Metadata-Version: 2.1
Name: sinai
Version: 0.0.23
Summary: Your friendly neighbourhood monitoring library. Record metrics about whatever you are interested in (e.g. application state, data integrity).
Project-URL: Homepage, https://github.com/SinAI-monitoring/sinai
Author: andymason,zeth
Description-Content-Type: text/markdown

# sinai

Monitor application state, data integrity, or anything you want.

## Usage

To develop a monitoring application with sinai, you install it and import it like any other Python library. See `example.py`.

There are no required dependencies, but optional dependencies are required for the relevant features:

* `requests` to use API sources and stores, and the Slack store
* `pymongo` to use MongoDB sources and stores
* `boto3` to use the CloudWatch store

## Development

To develop sinai itself, check out the code from Github and use the following commands to create a development environment:

```bash
$ pipenv install --dev
$ pre-commit install
```

## What's it all about?

This is a library for developing monitoring applications. 

The idea is akin to Model-View-Controller (MVC) Frameworks that you find in web applications. Sinai provides useful base classes and you subclass them to build your own monitoring application.

Following the MVC analogy, sinai only provides one model called `Metric`.

The views come in two types. A `Source` provides data. A `Store` receives data.

A controller is called a `Rule`. A rule takes data from sources, does whatever calculations or transformations are required, then returns the metrics to be stored.

We describe those classes in more detail below.

## Base Classes

### Metric

A `Metric` records a piece of data that you want to capture, either from an external source or from performing calculations or aggregations on other metrics.

A metric has a few default fields. The precise semantic meaning of the values is specific to your application.

Your metric subclass needs a `name` to distinguish its instances from others. This is important when storing or serialising the metrics.

Your metric can have an optional `context` string you can use to group instances of that metric together. For example, if you wanted to group the metrics by region, the context values might be UK, EU, US, etc. If you are monitoring animals, your context values might be lion, crocodile, etc.

The `ref` field is available to store a piece of arbitrary string data. If your application monitors data integrity, it might be the external reference of a piece of incorrect data in the system under test. If you are tracking planets, it might be the name of the planet.

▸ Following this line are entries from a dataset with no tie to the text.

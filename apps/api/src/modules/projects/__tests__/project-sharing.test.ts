import type { AuditEntry, Invitation, InvitationPreview, ProjectClients, ProjectShareOutcome, ProjectSummary, Session } from '@porestack/types';
import { describe, expect, it } from 'vitest';
import { createApp } from '../../../app.js';
import { env } from '../../../config/env.js';
import { dataSource } from '../../../data-source.js';
import { createMember, openBrowser, signedInBrowser, signUpAdmin, TEST_PASSWORD, uniqueEmail } from '../../../testing/browser.js';
import { linkIn, mailsTo, waitForMail } from '../../../testing/mail-inbox.js';
import { withRefusingMailServer } from '../../../testing/refusing-smtp.js';
import { approvedTest, draftTest, placeOnProject } from '../../../testing/lab-fixtures.js';

const app = createApp();
const publicUrl = () => env().PUBLIC_URL.replace(/\/$/, '');

/** A laboratory with an approved test on a project, a lab manager who shares it and a technician. */
async function lab(label: string) {
  const admin = await signUpAdmin(app, label);
  const technician = await createMember(admin.orgId, 'technician', `${label}-tech`);
  const manager = await createMember(admin.orgId, 'lab_manager', `${label}-manager`);
  const project = await approvedTest(admin.orgId, technician.userId, manager.userId);
  const managerBrowser = await signedInBrowser(app, manager.email);
  const clientsPath = `/api/orgs/${admin.orgId}/projects/${project.projectId}/clients`;
  return { admin, technician, manager, project, managerBrowser, clientsPath };
}

async function projectIdsSeenBy(email: string, orgId: string): Promise<string[]> {
  const browser = await signedInBrowser(app, email);
  return ((await browser.get(`/api/orgs/${orgId}/projects`).expect(200)).body as ProjectSummary[]).map((p) => p.id);
}

async function auditActions(admin: Awaited<ReturnType<typeof signUpAdmin>>): Promise<AuditEntry[]> {
  return (await admin.browser.get(`/api/orgs/${admin.orgId}/audit`).expect(200)).body as AuditEntry[];
}

describe('sharing a project with a client', () => {
  it('when a lab manager shares with a client member, then the client is placed at once, told by e-mail with a link to the project, and it is in the activity log', async () => {
    const { admin, project, managerBrowser, clientsPath } = await lab('share-member');
    const client = await createMember(admin.orgId, 'client', 'share-member-client');
    expect(await projectIdsSeenBy(client.email, admin.orgId)).toEqual([]);

    const outcome = (await managerBrowser.post(clientsPath, { email: client.email.toUpperCase() }).expect(201)).body as ProjectShareOutcome;
    expect(outcome).toMatchObject({ outcome: 'shared', client: { userId: client.userId, email: client.email, sharedByName: 'Test share-member-manager' } });
    const mail = await waitForMail(client.email);
    expect(mail.subject).toMatch(/shared .* with you/);
    expect(linkIn(mail, `${publicUrl()}/orgs/${admin.orgId}/projects/${project.projectId}`)).toBeTruthy();
    expect(await projectIdsSeenBy(client.email, admin.orgId)).toEqual([project.projectId]);

    const listed = (await managerBrowser.get(clientsPath).expect(200)).body as ProjectClients;
    expect(listed.clients.map((c) => c.email)).toEqual([client.email]);
    expect(listed.invitations).toEqual([]);

    const again = await managerBrowser.post(clientsPath, { email: client.email }).expect(400);
    expect(again.body.issues).toEqual([{ path: 'email', message: expect.stringMatching(/already shared/) }]);

    await managerBrowser.delete(`${clientsPath}/${client.userId}`).expect(204);
    expect(await projectIdsSeenBy(client.email, admin.orgId)).toEqual([]);
    const clientBrowser = await signedInBrowser(app, client.email);
    await clientBrowser.get(`/api/orgs/${admin.orgId}/soil-records/${project.recordId}`).expect(404);
    await managerBrowser.delete(`${clientsPath}/${client.userId}`).expect(404);

    const log = await auditActions(admin);
    const shared = log.find((e) => e.action === 'project.shared');
    const withdrawn = log.find((e) => e.action === 'project.share_withdrawn');
    expect(shared).toMatchObject({ actorName: 'Test share-member-manager', objectId: project.projectId, details: { email: client.email } });
    expect(withdrawn).toMatchObject({ actorName: 'Test share-member-manager', objectId: project.projectId, details: { email: client.email } });
  });

  it('when a lab manager shares with a new address, then an invitation mail names the project, and accepting it makes a client who sees that project only', async () => {
    const { admin, project, managerBrowser, clientsPath, technician } = await lab('share-new');
    const other = await draftTest(admin.orgId, technician.userId);
    const email = uniqueEmail('new-client');
    const outcome = (await managerBrowser.post(clientsPath, { email }).expect(201)).body as ProjectShareOutcome;
    expect(outcome).toMatchObject({ outcome: 'invited', invitation: { email, invitedByName: 'Test share-new-manager' } });

    const mail = await waitForMail(email);
    expect(mail.text).toMatch(/as Client/);
    expect(mail.text).toContain('is shared with you');
    const link = linkIn(mail, `${publicUrl()}/invitations/`);
    const token = decodeURIComponent(link.slice(`${publicUrl()}/invitations/`.length));
    const invitee = await openBrowser(app);
    const preview = (await invitee.get(`/api/invitations/${token}`).expect(200)).body as InvitationPreview;
    expect(preview).toMatchObject({ roles: ['client'], accountExists: false, projectNames: [expect.stringMatching(/^Fixture project/)] });
    const listed = (await managerBrowser.get(clientsPath).expect(200)).body as ProjectClients;
    expect(listed.invitations.map((i) => i.email)).toEqual([email]);
    const pending = (await admin.browser.get(`/api/orgs/${admin.orgId}/invitations`).expect(200)).body as Invitation[];
    expect(pending.map((i) => [i.email, i.roles, i.projects.map((p) => p.id)])).toEqual([[email, ['client'], [project.projectId]]]);

    const session = (await invitee.post(`/api/invitations/${token}/accept`, { name: 'Nia Client', password: TEST_PASSWORD }).expect(200)).body as Session;
    expect(session.memberships.map((m) => m.roles)).toEqual([['client']]);
    const seen = ((await invitee.get(`/api/orgs/${admin.orgId}/projects`).expect(200)).body as ProjectSummary[]).map((p) => p.id);
    expect(seen).toEqual([project.projectId]);
    await invitee.get(`/api/orgs/${admin.orgId}/projects/${other.projectId}`).expect(404);
    const afterAccept = (await managerBrowser.get(clientsPath).expect(200)).body as ProjectClients;
    expect(afterAccept.clients.map((c) => [c.email, c.sharedByName])).toEqual([[email, 'Test share-new-manager']]);
    expect(afterAccept.invitations).toEqual([]);
  });

  it('when a second project is shared with someone already invited, then one invitation carries both projects', async () => {
    const { admin, project, managerBrowser, clientsPath, technician } = await lab('share-two');
    const second = await draftTest(admin.orgId, technician.userId);
    const email = uniqueEmail('two-projects');
    await managerBrowser.post(clientsPath, { email }).expect(201);
    await managerBrowser.post(`/api/orgs/${admin.orgId}/projects/${second.projectId}/clients`, { email }).expect(201);
    const pending = (await admin.browser.get(`/api/orgs/${admin.orgId}/invitations`).expect(200)).body as Invitation[];
    expect(pending).toHaveLength(1);
    expect(pending[0]?.projects.map((p) => p.id).sort()).toEqual([project.projectId, second.projectId].sort());
  });

  it('when the share is withdrawn before the invitation is accepted, then the invitation is withdrawn with it and the link no longer works', async () => {
    const { admin, project, managerBrowser, clientsPath } = await lab('share-withdraw');
    const email = uniqueEmail('withdrawn');
    const outcome = (await managerBrowser.post(clientsPath, { email }).expect(201)).body as ProjectShareOutcome;
    if (outcome.outcome !== 'invited') throw new Error('expected an invitation');
    const link = linkIn(await waitForMail(email), `${publicUrl()}/invitations/`);
    const token = decodeURIComponent(link.slice(`${publicUrl()}/invitations/`.length));
    await managerBrowser.delete(`${clientsPath.replace(/clients$/, 'client-invitations')}/${outcome.invitation.invitationId}`).expect(204);
    await managerBrowser.delete(`/api/orgs/${admin.orgId}/projects/${project.projectId}/client-invitations/${outcome.invitation.invitationId}`).expect(404);
    const res = await (await openBrowser(app)).post(`/api/invitations/${token}/accept`, { name: 'Too Late', password: TEST_PASSWORD }).expect(400);
    expect(res.body.code).toBe('token_invalid');
    expect(((await managerBrowser.get(clientsPath).expect(200)).body as ProjectClients).invitations).toEqual([]);
    expect((await auditActions(admin)).map((e) => e.action)).toEqual(expect.arrayContaining(['project.shared', 'project.share_withdrawn', 'invitation.revoked']));
  });

  it('when the address belongs to a designer or lab staff, then 400 naming why, and nothing is shared', async () => {
    const { admin, managerBrowser, clientsPath } = await lab('share-roles');
    const designer = await createMember(admin.orgId, 'designer', 'share-roles-designer');
    const tech = await createMember(admin.orgId, 'technician', 'share-roles-technician');
    const asDesigner = await managerBrowser.post(clientsPath, { email: designer.email }).expect(400);
    expect(asDesigner.body.issues[0].message).toMatch(/as Designer/);
    const asTech = await managerBrowser.post(clientsPath, { email: tech.email }).expect(400);
    expect(asTech.body.issues[0].message).toMatch(/already sees every project/);
    const bad = await managerBrowser.post(clientsPath, { email: 'not-an-address' }).expect(400);
    expect(bad.body.issues[0].path).toBe('email');
    expect(((await managerBrowser.get(clientsPath).expect(200)).body as ProjectClients).clients).toEqual([]);
  });

  it('when the mail server refuses the share e-mail, then 503 and the client is not placed', async () => {
    const { admin, managerBrowser, clientsPath } = await lab('share-refused');
    const client = await createMember(admin.orgId, 'client', 'share-refused-client');
    await withRefusingMailServer(async () => {
      const res = await managerBrowser.post(clientsPath, { email: client.email }).expect(503);
      expect(res.body.code).toBe('service_unavailable');
    });
    expect(((await managerBrowser.get(clientsPath).expect(200)).body as ProjectClients).clients).toEqual([]);
    expect(await mailsTo(client.email)).toEqual([]);
  });

  it('when a technician, a designer, a client or another organisation tries to share, then 403 or 404', async () => {
    const { admin, technician, project, clientsPath } = await lab('share-denied');
    const designer = await createMember(admin.orgId, 'designer');
    const client = await createMember(admin.orgId, 'client');
    for (const email of [technician.email, designer.email, client.email]) {
      const browser = await signedInBrowser(app, email);
      await browser.post(clientsPath, { email: uniqueEmail('x') }).expect(403);
      await browser.get(clientsPath).expect(403);
    }
    const outsider = await signUpAdmin(app, 'share-outsider');
    await outsider.browser.post(clientsPath, { email: uniqueEmail('x') }).expect(404);
    // Another organisation's project id under one's own organisation: 404 too.
    await outsider.browser.post(`/api/orgs/${outsider.orgId}/projects/${project.projectId}/clients`, { email: uniqueEmail('x') }).expect(404);
  });

  it('when the designers list of a shared project is edited, then the clients keep their place; when a client is removed from the organisation, their places go', async () => {
    const { admin, project } = await lab('share-keeps');
    const client = await createMember(admin.orgId, 'client', 'share-keeps-client');
    await placeOnProject(admin.orgId, project.projectId, client.userId, 'client');
    const designer = await createMember(admin.orgId, 'designer', 'share-keeps-designer');
    await admin.browser.patch(`/api/orgs/${admin.orgId}/projects/${project.projectId}`, { designerIds: [designer.userId] }).expect(200);
    expect(await projectIdsSeenBy(client.email, admin.orgId)).toEqual([project.projectId]);
    await admin.browser.delete(`/api/orgs/${admin.orgId}/members/${client.userId}`).expect(204);
    const [left] = (await dataSource.query('SELECT count(*)::int AS n FROM project_members WHERE user_id = $1', [client.userId])) as Array<{ n: number }>;
    expect(left?.n).toBe(0);
  });
});
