import type { ConsolidatingLayer } from '../time-rate/consolidating-layer.types.js';
import type { SettlementModel } from './prepare-settlement-model.js';

/**
 * The clay layers that take part in the time rate of one point: each layer with a cv, drainage
 * at both faces and a primary settlement > 0, carrying that settlement (Terzaghi's U(Tv) is then
 * applied layer by layer on its own drainage path).
 *
 * @param model the prepared ground model
 * @param primaryByLayer primary settlement per layer index, m
 * @returns the layers for settlementTimeCurve and timeForPrimaryShare
 * @example consolidatingLayersOf(model, new Map([[1, 0.05]])) // [{ primarySettlementM: 0.05, thicknessM: 4, cvM2PerYr: 2, … }]
 */
export function consolidatingLayersOf(model: SettlementModel, primaryByLayer: ReadonlyMap<number, number>): ConsolidatingLayer[] {
  const consolidating: ConsolidatingLayer[] = [];
  for (const [layerIndex, primarySettlementM] of primaryByLayer) {
    const layer = model.layers[layerIndex];
    if (layer === undefined || layer.cvM2PerYr === null || layer.drainageTop === null || layer.drainageBottom === null || !(primarySettlementM > 0)) continue;
    consolidating.push({
      primarySettlementM,
      thicknessM: layer.bottomDepthM - layer.topDepthM,
      cvM2PerYr: layer.cvM2PerYr,
      drainageTop: layer.drainageTop,
      drainageBottom: layer.drainageBottom,
    });
  }
  return consolidating;
}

The `value` field is available to store a numerical value. Again, whatever that means is particular to your metric. E.g. the number of fish caught, or the refund owed to a customer.

The `checked` field is available to store a boolean value (True/False). Was the customer happy? Was the suspect read his rights? Have we taken relevant action? 

The `annotations` field is available to store textual data. A list of items bought, notes on the metric. Whatever you want.

You can add extra fields, but you have to deal with the serialisation and deserialisation of those yourself in your source and store classes. 

### Sources and Stores

Sinai provides several stores and sources, you will subclass them to make your own application specific ones.

Provided Sources:

* Source - the base class for all stores.

* ApiSource - Get data from an API endpoint

* MongoSource - Get data from MongoDB Collections

* MetricSource - Get Metrics from memory (for aggregation or further calculations) 

* MongoMetricSource - Get Metrics from MongoDB

Provided Stores:

* Store - the base class for all stores

* ApiStore - post data to an API endpoint

* MetricStore - base class for Metric Stores

* MemoryMetricStore - Store Metrics in memory (for aggregation or further calculations) 

* MongoMetricStore - Store Metrics in MongoDB

* Slack - Post metrics to a Slack channel

* CloudWatch - store metrics in AWS Cloudwatch

### Rules

`Rule` is the base class - you override the `sources` and `stores` attributes to tell your rule where to take data from and where to send your resulting metrics. Your subclass overrides the `evaluate` method to perform whatever calculations you require to populate your metric instances with data.

Sinai currently comes with one premade rule:

* MetricAggregationRule - aggregates stored metrics and produces a metric with the result. Supports count, sum, max, min, mean, mode and median.

### Monitor

The `Monitor` is the entry point to the application. A user invokes the monitor, using a command, or through a cron or AWS lambda or whatever. It connects to the sources, evaluates the rules, then stores the data. Your Monitor subclass overrides the `rules` attribute with the list of rule classes to run.